# Control Remoto 4 Canales RF + PCB



## Manonline (Mar 14, 2009)

El otro dia probé en protoboard el control remoto de 4 canales hecho con los HT12 (E y D) y con los modulos RF de Wen Shing. La verdad es que tuve un excelente resultado, funcionando desde toda la casa, asi que me anime a diseñarle un PCB para el receptor y otro para el emisor.

*Datos de montaje:*

Les comento que esta version del emisor no es portatil, debido que esta diseñando para colgarlo de una pared y dejarlo ahi, pero tranquilamente se podria diseñar una version SMD para ponerlo en algunos de esos gabinetes que se venden para alarmas de auto y esas cosas.

Tal vez en el circuito les parezca que haya muchisimas resistencias pull-up (y las hay, jajaja), pero segun la hoja de datos y pruebas que hice, no hace falta ponerlas, asi que en la placa puse como para poner arrays o packs de resistencias, sino las encuentran, las pueden fabricar ustedes mismos. Sino pueden no ponerlas, y si les jode mucho o a veces no anda, las ponen. Esto es aplicable tanto al emisor como al receptor.

Como ven en las placas hay unos conectores raros, los cuales paso a describir ahora: en el receptor hay dos, un jack hueco (ver imagen. objeto de la izquierda) y un mini jack estereo 3.5mm (ver imagen. objeto de la derecha). El jack hueco, bueno... es simplemente para alimentar al receptor con un transformador de 5VCC, y el jack estereo es para conectar un emisor sin necesidad de usar un modulo RF (que no estan para desperdiciarlos por unos centimetros). Este ultimo conector ademas de recibir datos, tambien provee de energia al emisor.
En el emisor solo esta el jack estereo de 3.5mm que es de donde saca su energia y manda los datos al receptor. De no conectarse al receptor, dejar el pin del medio (izquierda en audio) libre y solo alimentarlo (derecha es positivo y masa, masa jaja)



*Funcionamiento:*

Es mas que simple. Los HT12 hacen prácticamente TODO. El codificador o encoder HT12E (emisor) tiene 12 entradas (8 de direccion y 4 de datos) de entrada paralela. Se ponen las entradas a un valor y al poner el "Enviar" a masa, este convierte el dato paralelo en serie y lo envia por el pin de salida de datos que va al emisor RF.
El decodificador o decoder HT12D (receptor) tiene 8 entradas de direccion (mas la de entrada de datos, claro). Por el pin de entrada de datos entran los 12 bits del emisor y si la direccion es coincidente, refleja el dato recibido en las 4 salidas de datos.

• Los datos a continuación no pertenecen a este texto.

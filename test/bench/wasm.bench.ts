// The SIMD backend's speed: edge-preserving diffusion 2048²×20 and 5-point heat 512²×100, Float32, reflect.
// In one process run, interleaved: the C baseline (wasm_ref.c, gcc -O3 -march=native, one thread, compiled here),
// the engine on the WebAssembly backend (two threads, and one), the JavaScript backend, and a NumPy script.
// Prints medians and the ratios against the issue's targets; asserts nothing. Run: node test/bench/run.mjs wasm
// (CASE=heat|edge for one case, ROUNDS=N rounds)
import { spawnSync } from 'node:child_process';
import { mkdtempSync, writeFileSync } from 'node:fs';
import { tmpdir } from 'node:os';
import { join } from 'node:path';
import { JsBackend } from '../../src/engine/jsBackend';
import { createRun } from '../../src/engine/run';
import type { KernelBackend } from '../../src/engine/types';
import { WasmBackend } from '../../src/engine/wasm/backend';
import { parseAndCheck } from '../../src/notation/index';

const ROUNDS = Number(process.env.ROUNDS ?? 7);
const EDGE = `grid 2d\nboundary reflect\nparam K = 0.05 in [0.001, 1]\nstep dt = 0.2\nsteps 1\nfield u = image\n` +
  `diffusivity g(s) = 1 / (1 + s^2 / K^2)\nu' = u + dt * sum n in N4: g(u[n] - u) * (u[n] - u)\n`;
const HEAT = `grid 2d\nboundary reflect\nstep dt = 0.2\nsteps 1\nfield u = image\nu' = u + dt * sum n in N4: u[n] - u\n`;

/** The same LCG picture as wasm_ref.c, so the result means can be compared. */
function image(n: number): { width: number; height: number; data: Float32Array } {
  const data = new Float32Array(n * n);
  let a = 12345;
  for (let i = 0; i < data.length; i++) {
    a = (Math.imul(a, 1103515245) + 12345) >>> 0;
    data[i] = (a >>> 8) / 16777216;
  }
  return { width: n, height: n, data };
}

const NUMPY = `
import sys, time, numpy as np
kind, n, steps = sys.argv[1], int(sys.argv[2]), int(sys.argv[3])
a = 12345; vals = np.empty(n * n, dtype=np.float32)
# The LCG in vectorised form would change nothing measured; the loop runs once, before timing.
for i in range(n * n):
    a = (a * 1103515245 + 12345) & 0xffffffff
    vals[i] = (a >> 8) / 16777216.0
u = vals.reshape(n, n)
dt, iK2 = np.float32(0.2), np.float32(1 / 0.05**2)
def step(u):
    p = np.pad(u, 1, mode='symmetric')
    c = p[1:-1, 1:-1]
    ds = [p[:-2, 1:-1] - c, p[2:, 1:-1] - c, p[1:-1, :-2] - c, p[1:-1, 2:] - c]
    if kind == 'edge':
        s = sum(d / (1 + d * d * iK2) for d in ds)
    else:
        s = sum(ds)
    return (c + dt * s).astype(np.float32)
u = step(u)
t0 = time.perf_counter()
for _ in range(steps): u = step(u)
print(time.perf_counter() - t0, float(u.mean()))
`;

function median(xs: number[]): number {
  const s = [...xs].sort((a, b) => a - b);
  const m = s.length >> 1;
  return s.length % 2 ? s[m] : (s[m - 1] + s[m]) / 2;
}

function engine(text: string, n: number, steps: number, backend: KernelBackend): { seconds: number; cpu: number; mean: number; backend: string } {
  const r = parseAndCheck(text);
  if (!r.scheme) throw new Error('bench scheme has errors');
  // Collect the garbage of earlier runs (their buffers are tens of MB) now, not in the timed steps: run.mjs starts
  // Node with --expose-gc.
  (globalThis as { gc?: () => void }).gc?.();
  // One warm-up step outside the timing, as the C and NumPy baselines take: steps + 1 in all.
  const run = createRun(r.scheme, { image: image(n), steps: steps + 1, backend });
  run.step();
  const warm = run.stepSeconds;
  // CPU time of the whole process over the steps (both threads; frames excluded as in stepSeconds), in seconds.
  let cpu = 0, c0 = process.cpuUsage();
  const res = run.runSync({
    // A backend call of several steps reports progress for each in a row: count each stretch once.
    onProgress: () => {
      const d = process.cpuUsage(c0);
      cpu += (d.user + d.system) / 1e6;
      c0 = process.cpuUsage();
    },
    shouldCancel: () => {
      c0 = process.cpuUsage();
      return false;
    },
  });
  const d = run.fieldData(0);
  let sum = 0;
  for (let i = 0; i < d.length; i++) sum += d[i];
  return { seconds: res.stepSeconds - warm, cpu, mean: sum / d.length, backend: res.backend };
}

function external(cmd: string, args: string[]): { seconds: number; mean: number; cpu: number } | null {
  const p = spawnSync(cmd, args, { encoding: 'utf8' });
  if (p.status !== 0) return null;
  const [s, m, c] = p.stdout.trim().split(/\s+/).map(Number);
  return { seconds: s, mean: m, cpu: c };
}

const dir = mkdtempSync(join(tmpdir(), 'fluxel-wasm-bench-'));
const cBin = join(dir, 'wasm_ref');
const gcc = spawnSync('gcc', ['-O3', '-march=native', '-o', cBin, join(__dirname, '..', '..', 'test', 'bench', 'wasm_ref.c')], { encoding: 'utf8' });
if (gcc.status !== 0) {
  console.log(`gcc failed, no C baseline: ${gcc.stderr || gcc.error}`);
  process.exit(1);
}
// For context only: the same C with 128-bit vectors, the width WebAssembly SIMD has.
const c128 = join(dir, 'wasm_ref128');
const has128 = spawnSync('gcc', ['-O3', '-march=native', '-mprefer-vector-width=128', '-o', c128, join(__dirname, '..', '..', 'test', 'bench', 'wasm_ref.c')]).status === 0;
const pyFile = join(dir, 'ref.py');
writeFileSync(pyFile, NUMPY);
const hasNumpy = spawnSync('/usr/bin/python3', ['-c', 'import numpy'], { encoding: 'utf8' }).status === 0;

const wasm2 = new WasmBackend({ threads: 2 });
const wasm1 = new WasmBackend({ threads: 1 });
const js = new JsBackend();

const cases = [
  { label: 'edge-preserving 2048²×20', kind: 'edge', text: EDGE, n: 2048, steps: 20, target: 1.0, numpy: true },
  { label: 'heat 512²×100', kind: 'heat', text: HEAT, n: 512, steps: 100, target: 1.5, numpy: false },
];

console.log(`${ROUNDS} interleaved rounds per case (C, wasm 2 threads, wasm 1 thread, C 128-bit${hasNumpy ? ', NumPy on the edge case (3 rounds)' : ''}); JS backend 3 rounds.`);
console.log('Engine times are stepSeconds (ghost cells, kernels, monitors); C times cover ghost cells and kernels. All three (C, engine, NumPy) take one untimed warm-up step first.');
console.log('The machine is shared: figures are noisy, compare the ratios within one run.');
// CASE=heat or CASE=edge runs one case only.
for (const c of cases.filter(x => !process.env.CASE || x.kind === process.env.CASE)) {
  // Warm-up: compiles the kernels, starts the helper thread, touches the pages.
  engine(c.text, c.n, 2, wasm2);
  engine(c.text, c.n, 2, wasm1);
  const t: Record<string, number[]> = { c: [], c128: [], w2: [], w1: [], js: [], np: [], r2: [], r1: [], cc: [], cw2: [], cw1: [] };
  let means = { c: NaN, w2: NaN, js: NaN, np: NaN };
  let label2 = '';
  for (let r = 0; r < ROUNDS; r++) {
    const cr = external(cBin, [c.kind, String(c.n), String(c.steps)]);
    if (!cr) throw new Error('the C baseline failed');
    t.c.push(cr.seconds);
    means.c = cr.mean;
    const w2 = engine(c.text, c.n, c.steps, wasm2);
    t.w2.push(w2.seconds);
    means.w2 = w2.mean;
    label2 = w2.backend;
    const w1 = engine(c.text, c.n, c.steps, wasm1);
    t.w1.push(w1.seconds);
    // Ratios of runs next to each other in time: steadier than ratios of medians when the load drifts.
    t.r2.push(w2.seconds / cr.seconds);
    t.r1.push(w1.seconds / cr.seconds);
    t.cc.push(cr.cpu);
    t.cw2.push(w2.cpu);
    t.cw1.push(w1.cpu);
    const c2 = has128 ? external(c128, [c.kind, String(c.n), String(c.steps)]) : null;
    if (c2) t.c128.push(c2.seconds);
    if (r < 3) {
      const j = engine(c.text, c.n, c.steps, js);
      t.js.push(j.seconds);
      means.js = j.mean;
      if (c.numpy && hasNumpy) {
        const p = external('/usr/bin/python3', [pyFile, c.kind, String(c.n), String(c.steps)]);
        if (p) (t.np.push(p.seconds), (means.np = p.mean));
      }
    }
  }
  const C = median(t.c), W2 = median(t.w2), W1 = median(t.w1), J = median(t.js);
  console.log(`\n${c.label} (engine: ${label2})`);
  console.log(`  C gcc -O3 -march=native, 1 thread: ${(C * 1e3).toFixed(1)} ms`);
  const R2 = median(t.r2), R1 = median(t.r1);
  console.log(`  wasm, 2 threads: ${(W2 * 1e3).toFixed(1)} ms = ${(W2 / C).toFixed(2)}× C; median of paired ratios ${R2.toFixed(2)}×  (target ≤ ${c.target.toFixed(1)}×: ${R2 <= c.target ? 'met' : 'NOT met'})`);
  console.log(`  wasm, 1 thread:  ${(W1 * 1e3).toFixed(1)} ms = ${(W1 / C).toFixed(2)}× C; median of paired ratios ${R1.toFixed(2)}×`);
  // How much the second thread gave: near 2× when the host runs both virtual cores at once, near 1× when it does not.
  const S = median(t.w1.map((w, k) => w / t.w2[k]));
  console.log(`  two threads vs one: ${S.toFixed(2)}× faster (median of paired ratios; near 2× when both cores are free, lower when the host gave this machine less than two cores)`);
  const CC = median(t.cc), CW2 = median(t.cw2), CW1 = median(t.cw1);
  console.log(`  CPU time (less sensitive to other load): C ${(CC * 1e3).toFixed(1)} ms, wasm 1 thread ${(CW1 * 1e3).toFixed(1)} ms = ${(CW1 / CC).toFixed(2)}×, ` +
    `wasm 2 threads ${(CW2 * 1e3).toFixed(1)} ms over both = ${(CW2 / 2 / CC).toFixed(2)}× C per core (the wall ratio two free cores would give)`);
  if (t.c128.length) console.log(`  (context: C with 128-bit vectors ${(median(t.c128) * 1e3).toFixed(1)} ms = ${(median(t.c128) / C).toFixed(2)}× C)`);
  console.log(`  JS backend:      ${(J * 1e3).toFixed(1)} ms = ${(J / C).toFixed(2)}× C, ${(J / W2).toFixed(1)}× slower than wasm 2 threads`);
  if (t.np.length) {
    const N = median(t.np);
    console.log(`  NumPy:           ${(N * 1e3).toFixed(1)} ms = ${(N / W2).toFixed(1)}× slower than wasm 2 threads (target ≥ 10×: ${N / W2 >= 10 ? 'met' : 'NOT met'})`);
  }
  console.log(`  result means: C ${means.c.toFixed(7)}, wasm ${means.w2.toFixed(7)}, JS ${means.js.toFixed(7)}${t.np.length ? `, NumPy ${means.np.toFixed(7)}` : ''}`);
  console.log(`  all runs (ms): C ${t.c.map(x => (x * 1e3).toFixed(1)).join(' ')} | wasm2 ${t.w2.map(x => (x * 1e3).toFixed(1)).join(' ')} | wasm1 ${t.w1.map(x => (x * 1e3).toFixed(1)).join(' ')}`);
}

Los HT12 trabajan a una cierta frecuencia la cual tiene que ser igual para que puedan trabajar bien. Para esto se pone una Rosc entre los pines del oscilador o se puede poner un resonador para que sea mas preciso. Para calcular las R para los dos casos tienen el grafico en la hoja de datos. Yo use unos valores que vi en la pagina de Robots Argentina y en las hojas de datos de los modulos Wen Shing (sisisi, los circuitos de aplicacion de Wen Shing usan los integraditos de Holtek)

*Modo de uso:*

El receptor solo tiene 4 borneras que serian las llaves de luz a reemplazar.
El emisor tiene 4 llaves y un pulsador. Con las 4 llaves elegis el estado de las luces (ON-OFF) y con el pulsador envias la seleccion al receptor. El pulsador podria eliminarse puenteandolo si tuviesen un solo emisor en toda la casa para el/los artefacto/s, hacerlo haria que el emisor este transmitiendo constantemente y en caso de tener mas de un emisor, las señales se taparian una a la otra y se pondria todo loco jaja.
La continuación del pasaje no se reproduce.